(Stored data)
//! A JSON extractor whose rejections are problem details like every other error.

use axum::extract::rejection::JsonRejection;
use axum::extract::{FromRequest, Request};
use axum::http::StatusCode;
use serde::de::DeserializeOwned;

use super::problem::Problem;

/// `axum::Json`, with malformed bodies answered as `application/problem+json`.
pub struct ApiJson<T>(pub T);

impl<S, T> FromRequest<S> for ApiJson<T>
where
    T: DeserializeOwned,
    S: Send + Sync,
{
    type Rejection = Problem;

    async fn from_request(req: Request, state: &S) -> Result<Self, Self::Rejection> {
        match axum::Json::<T>::from_request(req, state).await {
            Ok(axum::Json(value)) => Ok(ApiJson(value)),
            Err(rejection) => Err(json_problem(rejection)),
        }
    }
}

fn json_problem(rejection: JsonRejection) -> Problem {
    let detail = rejection.body_text();
    match rejection {
        JsonRejection::JsonDataError(_) => Problem::new(
            StatusCode::UNPROCESSABLE_ENTITY,
            "invalid-body",
            "Invalid body",
            detail,
        ),
        JsonRejection::JsonSyntaxError(_) => Problem::new(
            StatusCode::BAD_REQUEST,
            "malformed-json",
            "Malformed JSON",
            detail,
        ),
        JsonRejection::MissingJsonContentType(_) => Problem::new(
            StatusCode::UNSUPPORTED_MEDIA_TYPE,
            "unsupported-media-type",
            "Unsupported media type",
            "send the body as JSON with `Content-Type: application/json`",
        ),
        other => {
            let status = other.status();
            if status == StatusCode::PAYLOAD_TOO_LARGE {
                Problem::new(status, "body-too-large", "Body too large", detail)
            } else {
                Problem::new(
                    StatusCode::BAD_REQUEST,
                    "unreadable-body",
                    "Unreadable body",
                    detail,
                )
            }
        }
    }
}
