//! Sign-off over HTTP: the candidate waiting for a person (with the evidence of the run that
//! proposed it), and an operator's approval or refusal of it with a reason.
//!
//! The handlers only read the caller's key name (set by the front door) and the reason; the
//! registry applies the rules (expiry, four eyes, a changed active model, the freeze) and
//! writes the decision. Also home of the small body every operator action takes
//! (`{"reason": …}`), so freeze, unfreeze, retrain and rollback read it the same way.

use std::sync::Arc;

use axum::extract::rejection::PathRejection;
use axum::extract::{Path, State};
use axum::response::{IntoResponse, Response};
use axum::{Extension, Json};
use serde::Deserialize;
use serde_json::json;

use super::blocking;
use super::json::BodyBytes;
use super::problem::Problem;
use super::{ApiState, Caller};
use crate::promotion::Actor;
use crate::time::to_rfc3339;

/// The longest reason kept, in characters: a sentence or two for the log, not a document.
pub(super) const MAX_REASON_CHARS: usize = 500;

/// An operator action's body: an optional reason (required for a sign-off).
#[derive(Deserialize, Default)]
#[serde(deny_unknown_fields)]
pub(super) struct ActionRequest {
    reason: Option<String>,
}

/// Checks a reason: not blank, at most [`MAX_REASON_CHARS`] characters; `None` stays `None`.
pub(super) fn checked_reason(reason: Option<String>) -> Result<Option<String>, Problem> {
    let Some(reason) = reason else {
        return Ok(None);
    };
    let trimmed = reason.trim();
    if trimmed.is_empty() {
        return Err(Problem::invalid_field(
            "reason",
            "must not be blank (leave it out instead)",
        ));
    }
    // Counted before trimming, as the OpenAPI schema's maxLength counts.
    if reason.chars().count() > MAX_REASON_CHARS {
        return Err(Problem::invalid_field(
            "reason",
            format!("must be at most {MAX_REASON_CHARS} characters"),
        ));
    }
    Ok(Some(trimmed.to_owned()))
}

/// The acting key's name (from the front door) and the body's reason; no body is no reason
/// (a body of blanks is not JSON, and refused like any other).
pub(super) fn actor(caller: Option<Extension<Caller>>, body: &[u8]) -> Result<Actor, Problem> {
    let request: ActionRequest = if body.is_empty() {
        ActionRequest::default()
    } else {
        super::json::parse(body)?
    };
    Ok(Actor {
        key: caller.and_then(|Extension(Caller(name))| name),
        reason: checked_reason(request.reason)?,
    })
}

/// The candidate waiting for sign-off with its run's log entry (the evidence), whether it can
/// still be approved, and the commands that decide it; `{"waiting": null}` when none waits.
pub(super) async fn waiting(State(service): State<Arc<ApiState>>) -> Result<Response, Problem> {
    let store = Arc::clone(&service.store);
    let (wait, entry, frozen) = blocking(move || {
        let Some(wait) = store.pending_sign_off()? else {
            return Ok((None, None, None));
        };
        let entry = store.entry(wait.entry_seq)?;
        Ok((Some(wait), entry, store.freeze()?))
    })
    .await?;
    let Some(wait) = wait else {
        return Ok(Json(json!({ "waiting": null })).into_response());
    };
    let gate = &service.config.gate;
    let active = service.registry.active_id();
    let stale = active != wait.active_id;
    let blocked_by = if stale {
        Some(format!(
            "the active model changed since the run (judged against {}, now {})",
            wait.active_id.as_deref().unwrap_or("no model"),
            active.as_deref().unwrap_or("no model")
        ))
    } else {
        frozen.map(|f| format!("promotions are frozen since {}", to_rfc3339(f.since)))
    };
    let run = &wait.run_id;
    Ok(Json(json!({
        "waiting": {
            "run_id": wait.run_id,
            "candidate_id": wait.candidate_id,
            "against": wait.active_id,
            "entry_seq": wait.entry_seq,
            "since": to_rfc3339(wait.since),
            "expires_at": gate.sign_off_expires.map(|age| to_rfc3339(wait.since + age.as_millis() as i64)),
            "started_by": wait.started_by,
            "four_eyes": gate.four_eyes,
            "approvable": blocked_by.is_none(),
            "blocked_by": blocked_by,
            "commands": {
                "approve": format!("understudy approve {run} --reason \"...\""),
                "decline": format!("understudy decline {run} --reason \"...\""),
                "approve_curl": format!(
                    "curl -X POST -H \"Authorization: Bearer $UNDERSTUDY_KEY\" -H 'Content-Type: application/json' -d '{{\"reason\": \"...\"}}' <server>/v1/sign-off/{run}/approve"
                ),
            },
        },
        "entry": entry,
    }))
    .into_response())
}

/// The run id of the path, as every other bad input: a problem naming the field.
fn path_run(id: Result<Path<String>, PathRejection>) -> Result<String, Problem> {
    id.map(|Path(id)| id)
        .map_err(|_| Problem::invalid_field("run_id", "must be UTF-8 text once percent-decoded"))
}

/// A sign-off's body: the reason is required.
fn signed_actor(caller: Option<Extension<Caller>>, body: &[u8]) -> Result<Actor, Problem> {
    if body.iter().all(u8::is_ascii_whitespace) {
        return Err(Problem::invalid_field(
            "reason",
            "is required: a sign-off records why (send {\"reason\": \"...\"})",
        ));
    }
    let actor = actor(caller, body)?;
    if actor.reason.is_none() {
        return Err(Problem::invalid_field(
            "reason",
            "is required: a sign-off records why",
        ));
    }
    Ok(actor)
}

async fn decide(
    service: Arc<ApiState>,
    run_id: String,
    actor: Actor,
    approve: bool,
) -> Result<Response, Problem> {
    let registry = Arc::clone(&service.registry);
    let key = actor.key.clone();
    let decided = tokio::task::spawn_blocking(move || {
        if approve {
            registry.approve(&run_id, actor)
        } else {
            registry.decline(&run_id, actor)
        }
    })
    .await
    .map_err(Problem::internal)?;
    let entry = decided.map_err(Problem::from)?;
    tracing::info!(
        run_id = %entry.run_id,
        verdict = entry.verdict.as_str(),
        key = key.as_deref().unwrap_or("-"),
        "sign-off decided"
    );
    Ok(Json(json!({ "entry": entry })).into_response())
}

/// Approves the waiting candidate of `{run_id}`: it is promoted (or starts shadowing).
pub(super) async fn approve(
    State(service): State<Arc<ApiState>>,
    caller: Option<Extension<Caller>>,
    run_id: Result<Path<String>, PathRejection>,
    BodyBytes(body): BodyBytes,
) -> Result<Response, Problem> {
    let run_id = path_run(run_id)?;
    let actor = signed_actor(caller, &body)?;
    decide(service, run_id, actor, true).await
}

/// Declines the waiting candidate of `{run_id}`: it is never served.
pub(super) async fn decline(
    State(service): State<Arc<ApiState>>,
    caller: Option<Extension<Caller>>,
    run_id: Result<Path<String>, PathRejection>,
    BodyBytes(body): BodyBytes,
) -> Result<Response, Problem> {
    let run_id = path_run(run_id)?;
    let actor = signed_actor(caller, &body)?;
    decide(service, run_id, actor, false).await
}
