//! The `request` span every log line of a request carries: method, path and request id.
//!
//! Most routes get it from the front door (`api::observe`) when the request arrives. Creating,
//! entering and closing that span costs about 2 µs of CPU per request with the fmt subscriber
//! (its fields are formatted into a string at creation), a twentieth of a score's whole cost
//! under load, and a score logs nothing unless it fails. So the scoring routes get no span up front: the front
//! door keeps the span's three values in a task-local for the request's life, and the few
//! places a scoring request can log (`problem`) build the same span from it first, so their
//! lines read exactly as any other route's.

use axum::http::{HeaderValue, Method};
use tracing::Span;

/// The routes served without a span up front (POST only).
const UNSPANNED: [&str; 2] = ["/v1/score", "/v1/score/batch"];

tokio::task_local! {
    static UNSPANNED_REQUEST: RequestLabel;
}

/// What the `request` span holds, kept for a request that has none yet.
#[derive(Clone)]
pub(super) struct RequestLabel {
    pub method: &'static str,
    pub path: &'static str,
    pub id: HeaderValue,
}

/// Whether a request goes without a span up front.
pub(super) fn unspanned(method: &Method, path: &str) -> bool {
    method == Method::POST && UNSPANNED.contains(&path)
}

/// The `request` span for a request as it arrives, made by the front door for every request
/// not [`unspanned`].
pub(super) fn span_for(method: &Method, path: &str, id: &str) -> Span {
    tracing::info_span!("request", method = %method, path = %path, request_id = %id)
}

/// Runs a request's future with its label at hand for [`current`].
pub(super) async fn with_label<F: std::future::Future>(
    label: RequestLabel,
    future: F,
) -> F::Output {
    UNSPANNED_REQUEST.scope(label, future).await
}

/// The span a log line should be written in: for a request served without one, its
/// `request` span built now; otherwise none (the front door's span is already current).
pub(crate) fn current() -> Span {
    UNSPANNED_REQUEST
        .try_with(|label| {
            let id = label.id.to_str().unwrap_or("-");
            tracing::info_span!(
                "request",
                method = %label.method,
                path = %label.path,
                request_id = %id
            )
        })
        .unwrap_or_else(|_| Span::none())
}

#[cfg(test)]
mod tests {
    use super::*;

    #[test]
    fn only_the_scoring_posts_go_without_a_span() {
        assert!(unspanned(&Method::POST, "/v1/score"));
        assert!(unspanned(&Method::POST, "/v1/score/batch"));
        assert!(!unspanned(&Method::GET, "/v1/score"));
        assert!(!unspanned(&Method::POST, "/v1/outcomes"));
        assert!(!unspanned(&Method::POST, "/v1/rollback"));
    }

    /// Log output kept in memory for a test.
    #[derive(Clone, Default)]
    struct Captured(std::sync::Arc<std::sync::Mutex<Vec<u8>>>);

    impl std::io::Write for Captured {
        fn write(&mut self, buf: &[u8]) -> std::io::Result<usize> {
            self.0.lock().unwrap().extend_from_slice(buf);
            Ok(buf.len())
        }
        fn flush(&mut self) -> std::io::Result<()> {
            Ok(())
        }
    }

    #[tokio::test(flavor = "current_thread")]
    async fn a_failing_scores_log_line_carries_its_request_id_and_others_are_untouched() {
        let captured = Captured::default();
        let writer = captured.clone();
        let subscriber = tracing_subscriber::fmt()
            .with_ansi(false)
            .with_writer(move || writer.clone())
            .finish();
        let _default = tracing::subscriber::set_default(subscriber);
        let label = RequestLabel {
            method: "POST",
            path: "/v1/score",
            id: HeaderValue::from_static("01JTESTREQUESTID"),
        };
        with_label(label, async {
            let _ = crate::api::problem::Problem::internal("the disk is gone");
        })
        .await;
        let _ = crate::api::problem::Problem::internal("outside any request");
        let text = String::from_utf8(captured.0.lock().unwrap().clone()).unwrap();
        let lines: Vec<&str> = text.lines().collect();
        assert_eq!(lines.len(), 2, "{text}");
        assert!(
            lines[0].contains("request{method=POST path=/v1/score request_id=01JTESTREQUESTID}"),
            "{text}"
        );
        assert!(lines[0].contains("the disk is gone"), "{text}");
        assert!(!lines[1].contains("request_id"), "{text}");
        assert!(current().is_none(), "no request: no span");
    }
}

Task directions. Up to and including the line with "with malformed bodies", print every line of the records from the start.

Reply.
//! A JSON extractor whose rejections are problem details like every other error.

use axum::extract::rejection::JsonRejection;
use axum::extract::{FromRequest, Request};
use axum::http::StatusCode;
use serde::de::DeserializeOwned;

use super::problem::Problem;

/// `axum::Json`, with malformed bodies answered as `application/problem+json`.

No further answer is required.